Reproduce the opening lines of the records exactly, please, stopping after the line that contains "the Moon stays".

Segment Start: Data for review

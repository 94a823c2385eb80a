using System.Globalization;
using LunarShadow.Astronomy.Eclipses;
using LunarShadow.Astronomy.Time;
using NodaTime;

namespace LunarShadow.Astronomy.Sites;

/// <summary>One plain line on what a site sees.</summary>
internal static class LocalSummary
{
    public static string Describe(LocalCircumstances local, TimeScaleConverter time)
    {
        var e = local.Eclipse;
        var kind = e.Kind.ToString().ToLowerInvariant();
        if (!local.AnyVisible)
        {
            return local.HorizonState == MoonHorizonState.DownThroughout
                ? $"Not visible: the Moon stays below the horizon throughout this {kind} eclipse."
                : $"Not visible: the Moon is below the horizon{(local.Site.Horizon.IsFlat ? "" : " or the local horizon profile")} for the whole of this {kind} eclipse.";
        }
        var whole = local.VisiblePhases.Where(p => p.Phase == EclipsePhase.Penumbral).ToList();
        var p1 = e.Contact(ContactName.P1)!;
        var p4 = e.Contact(ContactName.P4)!;
        var sentences = new List<string>();
        if (whole.Count == 1 && whole[0].StartTt == p1.Tt && whole[0].EndTt == p4.Tt)
        {
            sentences.Add($"The whole {kind} eclipse is visible");
        }
        else
        {
            var first = whole[0];
            var last = whole[^1];
            var parts = new List<string>();
            if (first.StartTt > p1.Tt) parts.Add($"the Moon comes into view at {Local(first.StartUtc, local)} during the {PhaseAt(e, first.StartTt)}");
            if (last.EndTt < p4.Tt) parts.Add($"it is lost from view at {Local(last.EndUtc, local)} during the {PhaseAt(e, last.EndTt)}");
            sentences.Add($"Part of the {kind} eclipse is visible: " + string.Join(", and ", parts));
        }
        var total = local.VisibleMinutes(EclipsePhase.Total);
        if (e.Kind == EclipseKind.Total)
        {
            sentences[^1] += total > 0
                ? string.Create(CultureInfo.InvariantCulture, $"; {total:0} of {e.Durations.TotalMinutes:0} minutes of totality can be seen")
                : "; totality itself is not visible";
        }
        if (local.MaxVisibleUmbralMagnitude is { } best && best.Value > 0)
        {
            sentences[^1] += string.Create(CultureInfo.InvariantCulture,
                $", deepest at {Local(best.Utc, local)} (umbral magnitude {best.Value:0.00}, {(best.Altitude.Degrees < 1 ? "Moon on the horizon" : $"Moon {best.Altitude.Degrees:0}° high")})");
        }
        return sentences[^1] + ".";
    }

    private static string PhaseAt(LunarEclipse e, TtInstant tt)
    {
        bool Within(ContactName a, ContactName b) => e.Contact(a) is { } ca && e.Contact(b) is { } cb && ca.Tt <= tt && tt <= cb.Tt;
        return Within(ContactName.U2, ContactName.U3) ? "total phase" : Within(ContactName.U1, ContactName.U4) ? "partial phase" : "penumbral phase";
    }

    private static string Local(Instant utc, LocalCircumstances local)
    {
        var zoned = utc.InZone(local.Site.TimeZone);
        return zoned.ToString("HH:mm", CultureInfo.InvariantCulture) + (local.Site.TimeZone == DateTimeZone.Utc ? " UTC" : " local time");
    }
}
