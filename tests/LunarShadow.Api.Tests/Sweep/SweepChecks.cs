using System.Text.Json;
using LunarShadow.Api.Common;
using LunarShadow.Api.Photography;
using LunarShadow.Astronomy.Eclipses;
using LunarShadow.Astronomy.Photography;
using LunarShadow.Astronomy.Sites;
using NodaTime;

namespace LunarShadow.Api.Tests.Sweep;

/// <summary>The invariants every answer must keep, whatever the eclipse, site and format.</summary>
internal static class SweepChecks
{
    // Tolerances: instants agree to the millisecond of the wire; altitudes on the wire carry 0.01°.
    private const double AltitudeToleranceDegrees = 0.02;

    /// <summary>Contacts in order: P1 ≤ U1 ≤ U2 ≤ greatest ≤ U3 ≤ U4 ≤ P4.</summary>
    public static void ContactsOrdered(LocalCircumstances local)
    {
        var order = new[] { "P1", "U1", "U2", "greatest", "U3", "U4", "P4" };
        var labels = local.Contacts.Select(c => c.Label).ToList();
        Require(labels.SequenceEqual(order.Where(labels.Contains)), $"contacts out of name order: {string.Join(",", labels)}");
        for (var i = 1; i < local.Contacts.Count; i++)
            Require(local.Contacts[i].Tt >= local.Contacts[i - 1].Tt, $"{local.Contacts[i].Label} before {local.Contacts[i - 1].Label}");
        Require(labels.Contains("P1") && labels.Contains("P4"), "P1 or P4 missing");
        Require(labels.Contains("U1") == labels.Contains("U4") && labels.Contains("U2") == labels.Contains("U3"), "unpaired umbral contacts");
    }

    /// <summary>Each visible stretch lies inside its phase and inside the time the Moon stands above every horizon.</summary>
    public static void VisibleStretchesInsidePhaseAndMoonUp(LocalCircumstances local)
    {
        var e = local.Eclipse;
        var sky = new LocalSky(e.NightSky, local.Site, local.DeltaTSeconds);
        foreach (var span in local.VisiblePhases)
        {
            var (start, end) = span.Phase switch
            {
                EclipsePhase.Total => (e.Contact(ContactName.U2)!.Tt, e.Contact(ContactName.U3)!.Tt),
                EclipsePhase.Partial => (e.Contact(ContactName.U1)!.Tt, e.Contact(ContactName.U4)!.Tt),
                _ => (e.Contact(ContactName.P1)!.Tt, e.Contact(ContactName.P4)!.Tt),
            };
            Require(span.StartTt.SecondsSince(start) >= -1e-3 && end.SecondsSince(span.EndTt) >= -1e-3, $"{span.Phase} stretch outside its contacts");
            Require(span.EndTt >= span.StartTt, "stretch ends before it starts");
            foreach (var f in new[] { 0.001, 0.5, 0.999 })
            {
                var tt = span.StartTt.PlusSeconds(f * span.EndTt.SecondsSince(span.StartTt));
                var moon = sky.MoonAt(e.NightSky.HoursFromCenter(tt));
                var floor = Math.Max(Math.Max(local.Site.Horizon.AltitudeAt(moon.Azimuth).Degrees, local.Site.MinimumAltitude.Degrees), -local.Site.HorizonDip.Degrees);
                Require(moon.UpperLimbApparentAltitude.Degrees >= floor - AltitudeToleranceDegrees,
                    FormattableString.Invariant($"{span.Phase} stretch has the Moon's limb at {moon.UpperLimbApparentAltitude.Degrees:0.###}° under its horizon {floor:0.###}°"));
            }
        }
    }

    /// <summary>The local wall time is the UTC plus the zone's offset then, to the millisecond.</summary>
    public static void LocalIsUtcPlusOffset(string utc, string local, DateTimeZone zone)
    {
        var u = Readers.Instant(utc);
        var l = Readers.Instant(local);
        Require(u.Offset == TimeSpan.Zero, $"UTC {utc} has an offset");
        Require(l.UtcTicks == u.UtcTicks, $"local {local} is not UTC {utc}");
        // ISO 8601 offsets carry whole minutes: a local-mean-time offset with seconds is written rounded to the minute.
        var offset = TimeSpan.FromMinutes(Math.Round(zone.GetUtcOffset(NodaTime.Instant.FromDateTimeOffset(u)).Seconds / 60.0, MidpointRounding.AwayFromZero));
        Require(l.Offset == offset, $"local {local} carries offset {l.Offset}, the zone {zone.Id} has {offset}");
    }

    // Explanatory Supplement (2013), ch. 15: day above −0°50′, civil to −6°, nautical to −12°, astronomical to −18°.
    /// <summary>The sky state on the wire matches the Sun's altitude on the wire (rounded to 0.01°).</summary>
    public static void SkyMatchesSun(LocalContactResponse c)
    {
        var h = c.SunAltitudeDegrees;
        string[] allowed = (h switch
        {
            > -50.0 / 60 => ["day"],
            > -6 => ["civil-twilight"],
            > -12 => ["nautical-twilight"],
            > -18 => ["astronomical-twilight"],
            _ => new[] { "night" },
        }).Concat(Neighbour(h)).ToArray();
        Require(allowed.Contains(c.Sky), $"{c.Name}: sky {c.Sky} with the Sun at {h}°");
    }

    // Within the wire's rounding of a boundary either side is right.
    private static IEnumerable<string> Neighbour(double h)
    {
        foreach (var (edge, below, above) in new[] { (-50.0 / 60, "civil-twilight", "day"), (-6.0, "nautical-twilight", "civil-twilight"), (-12.0, "astronomical-twilight", "nautical-twilight"), (-18.0, "night", "astronomical-twilight") })
            if (Math.Abs(h - edge) <= 0.006) { yield return below; yield return above; }
    }

    /// <summary>Every shutter time within the camera's settable range (to the wire's four significant figures).</summary>
    public static void ShutterInRange(double seconds, Camera camera, string where)
    {
        Require(double.IsFinite(seconds) && seconds >= camera.FastestShutterSeconds * (1 - 1e-3) && seconds <= camera.SlowestShutterSeconds * (1 + 1e-3),
            FormattableString.Invariant($"{where}: {seconds} s outside {camera.FastestShutterSeconds}–{camera.SlowestShutterSeconds} s"));
    }

    /// <summary>A photo plan's rows: inside the visible eclipse, finite, exposures settable, sky warnings by the Sun.</summary>
    public static void PhotoPlan(PhotoPlan plan, PhotoPlanResponse response)
    {
        var local = plan.Local;
        var sky = new LocalSky(local.Eclipse.NightSky, local.Site, local.DeltaTSeconds);
        var whole = local.VisiblePhases.Where(p => p.Phase == EclipsePhase.Penumbral).ToList();
        foreach (var row in plan.Timeline)
        {
            Require(whole.Any(s => s.StartTt.SecondsSince(row.Tt) <= 1e-3 && row.Tt.SecondsSince(s.EndTt) <= 1e-3), $"row {row.Contact} outside the visible eclipse");
            Require(double.IsFinite(row.BrightnessStops) && double.IsFinite(row.LimbStops) && double.IsFinite(row.DiscStops), "non-finite brightness");
            ShutterInRange(row.Exposure.ShutterSeconds, plan.Camera, "shutter");
            foreach (var t in row.Exposure.BracketShutters) ShutterInRange(t, plan.Camera, "bracket");
            var sun = sky.SunAltitudeAt(local.Eclipse.NightSky.HoursFromCenter(row.Tt)).Degrees;
            Require(row.Warnings.Any(w => w.Code == PhotoWarningCode.Daylight) == sun > -50.0 / 60, $"daylight warning with the Sun at {sun:0.##}°");
            Require(row.Warnings.Any(w => w.Code == PhotoWarningCode.TwilightSky) == (sun <= -50.0 / 60 && sun > -12), $"twilight warning with the Sun at {sun:0.##}°");
            Require(row.Warnings.All(w => w.Numbers.Values.All(double.IsFinite)), "non-finite warning number");
            if (row.Contact is "U2") Require(row.Phase == MoonPhaseState.Total, "U2 row not total");
            if (row.Contact is "U1" or "U3") Require(row.Phase == MoonPhaseState.Partial, $"{row.Contact} row not partial");
        }
        foreach (var row in response.Timeline)
        {
            LocalIsUtcPlusOffset(row.Utc, row.Local, local.Site.TimeZone);
            ShutterInRange(row.Exposure.ShutterSeconds, plan.Camera, "wire shutter");
            foreach (var t in row.Exposure.BracketShutterSeconds) ShutterInRange(t, plan.Camera, "wire bracket");
            // As a camera sets it: a third-stop ISO (ISO 12232's series from 25; a marking lies within 0.1 third of the
            // speed it stands for, 1250 for 1270), a marked or bulb time a sixth of a stop
            // from the camera's range at most, and the computed exposure within a sixth of a stop (rounded to 0.01 on the
            // wire) unless the ISO series' ends forced more.
            var settable = row.Exposure.Settable;
            var isoThirds = 3 * Math.Log2(settable.Iso / 100);
            Require(settable.Iso >= 25 && settable.Iso <= 409600 && Math.Abs(isoThirds - Math.Round(isoThirds)) < 0.1, $"ISO {settable.Iso} is not a third stop");
            Require(settable.ShutterSeconds >= plan.Camera.FastestShutterSeconds / 1.13 && settable.ShutterSeconds <= plan.Camera.SlowestShutterSeconds * 1.13,
                $"settable shutter {settable.Shutter} outside the camera's range");
            Require(Math.Abs(settable.OffStops) <= 1 / 6.0 + 0.005 || row.Exposure.Iso < 25 * 1.12 || row.Exposure.Iso > 409600 / 1.12,
                $"settable exposure {settable.OffStops} stops from the computed one");
            Require(settable.BracketShutters.Count == row.Exposure.BracketShutterSeconds.Count, "settable bracket length");
        }
        // A run note is given once: no row repeats it, runs lie inside the timeline, and two runs of one code never touch.
        Require(plan.Timeline.All(r => r.Warnings.All(w => !PlanNotes.GroupedCodes.Contains(w.Code))), "a row repeats a run note");
        PlanNote? previous = null;
        foreach (var note in plan.Notes)
        {
            Require(note.Rows >= 1 && note.FirstRow >= 0 && note.FirstRow + note.Rows <= plan.Timeline.Count, "run note outside the timeline");
            Require(note.Numbers.Values.All(double.IsFinite), "non-finite run-note number");
            if (previous is not null && previous.Code == note.Code)
                Require(note.FirstRow > previous.FirstRow + previous.Rows, "two runs of one note touch");
            previous = note;
        }
        foreach (var note in response.Notes)
        {
            LocalIsUtcPlusOffset(note.FromUtc, note.FromLocal, local.Site.TimeZone);
            LocalIsUtcPlusOffset(note.ToUtc, note.ToLocal, local.Site.TimeZone);
        }
    }

    /// <summary>The camera-control sequence: every step's shutter settable.</summary>
    public static int Sequence(string json, Camera camera)
    {
        var steps = JsonDocument.Parse(json).RootElement.EnumerateArray().ToList();
        foreach (var s in steps)
        {
            ShutterInRange(s.GetProperty("shutterSeconds").GetDouble(), camera, "sequence");
            Require(s.GetProperty("settableShutter").GetString()!.EndsWith(" s", StringComparison.Ordinal)
                || s.GetProperty("settableShutter").GetString()!.EndsWith(" s bulb", StringComparison.Ordinal), "sequence settable shutter label");
            Require(s.GetProperty("settableIso").GetDouble() >= 25, "sequence settable ISO");
        }
        return steps.Count;
    }

    public static void Require(bool condition, string message)
    {
        if (!condition) throw new SweepFailure(message);
    }
}

/// <summary>An invariant that did not hold.</summary>
internal sealed class SweepFailure(string message) : Exception(message);
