namespace LunarShadow.Astronomy.Sites;

/// <summary>
/// The phases a site can see, nested as the canons time them: penumbral from P1 to P4 (the whole eclipse), partial
/// from U1 to U4, total from U2 to U3.
/// </summary>
public enum EclipsePhase
{
    /// <summary>P1 to P4.</summary>
    Penumbral,

    /// <summary>U1 to U4.</summary>
    Partial,

    /// <summary>U2 to U3.</summary>
    Total,
}
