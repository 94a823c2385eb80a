using NodaTime;

namespace LunarShadow.Astronomy.Sites;

/// <summary>A daily opening window in local time, such as 19:00–23:30; it spans midnight when it closes at or before it opens.</summary>
/// <param name="Opens">Local opening time.</param>
/// <param name="Closes">Local closing time.</param>
public sealed record OpeningHours(LocalTime Opens, LocalTime Closes)
{
    /// <summary>True when the window runs past midnight into the next day.</summary>
    public bool SpansMidnight => Closes <= Opens;

    /// <summary>The windows opening on the local dates from <paramref name="first"/> to <paramref name="last"/>.</summary>
    public IEnumerable<OpeningWindow> Windows(DateTimeZone zone, LocalDate first, LocalDate last)
    {
        for (var date = first; date <= last; date = date.PlusDays(1))
        {
            var (opens, openAdjustment) = Resolve(zone, date.At(Opens), opening: true);
            var (closes, closeAdjustment) = Resolve(zone, (SpansMidnight ? date.PlusDays(1) : date).At(Closes), opening: false);
            yield return new OpeningWindow(opens, closes, openAdjustment, closeAdjustment);
        }
    }

    // A local time may not exist (clocks go forward) or occur twice (clocks go back). Never shift it silently: take the
    // moment the clocks reach it (for a skipped time, the end of the gap) or, when it occurs twice, the first occurrence
    // for opening and the second for closing, and report it.
    private static (Instant Instant, ClockAdjustment? Adjustment) Resolve(DateTimeZone zone, LocalDateTime local, bool opening)
    {
        var mapping = zone.MapLocal(local);
        return mapping.Count switch
        {
            1 => (mapping.Single().ToInstant(), null),
            0 => (mapping.LateInterval.Start, new ClockAdjustment(local, ClockAdjustmentKind.SkippedTakenAsEndOfGap)),
            _ => opening
                ? (mapping.First().ToInstant(), new ClockAdjustment(local, ClockAdjustmentKind.RepeatedFirstUsed))
                : (mapping.Last().ToInstant(), new ClockAdjustment(local, ClockAdjustmentKind.RepeatedSecondUsed)),
        };
    }
}

/// <summary>One opening of the window, as instants.</summary>
/// <param name="Opens">When the doors open.</param>
/// <param name="Closes">When they close.</param>
/// <param name="OpensAdjustment">What was done because a daylight-saving change touched the opening time, if anything.</param>
/// <param name="ClosesAdjustment">The same for the closing time.</param>
public sealed record OpeningWindow(Instant Opens, Instant Closes, ClockAdjustment? OpensAdjustment = null, ClockAdjustment? ClosesAdjustment = null);

/// <summary>How a local clock reading touched by a daylight-saving change was resolved.</summary>
/// <param name="Asked">The local date and time asked for.</param>
/// <param name="Kind">What was done.</param>
public sealed record ClockAdjustment(LocalDateTime Asked, ClockAdjustmentKind Kind);

/// <summary>What was done with a local time that does not exist or occurs twice.</summary>
public enum ClockAdjustmentKind
{
    /// <summary>It does not exist (clocks go forward); the moment the clocks reach it, the end of the gap, is used.</summary>
    SkippedTakenAsEndOfGap,

    /// <summary>It occurs twice (clocks go back); the first occurrence is used.</summary>
    RepeatedFirstUsed,

    /// <summary>It occurs twice (clocks go back); the second occurrence is used.</summary>
    RepeatedSecondUsed,
}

Segment End: Data for review

> [Response box]
repository 94a823c2385eb80a
using System.Globalization;
using LunarShadow.Astronomy.Eclipses;
using LunarShadow.Astronomy.Time;
using NodaTime;

namespace LunarShadow.Astronomy.Sites;

/// <summary>One plain line on what a site sees.</summary>
internal static class LocalSummary
{
    public static string Describe(LocalCircumstances local, TimeScaleConverter time)
    {
        var e = local.Eclipse;
        var kind = e.Kind.ToString().ToLowerInvariant();
        if (!local.AnyVisible)
        {
            return local.HorizonState == MoonHorizonState.DownThroughout
                ? $"Not visible: the Moon stays below the horizon throughout this {kind} eclipse."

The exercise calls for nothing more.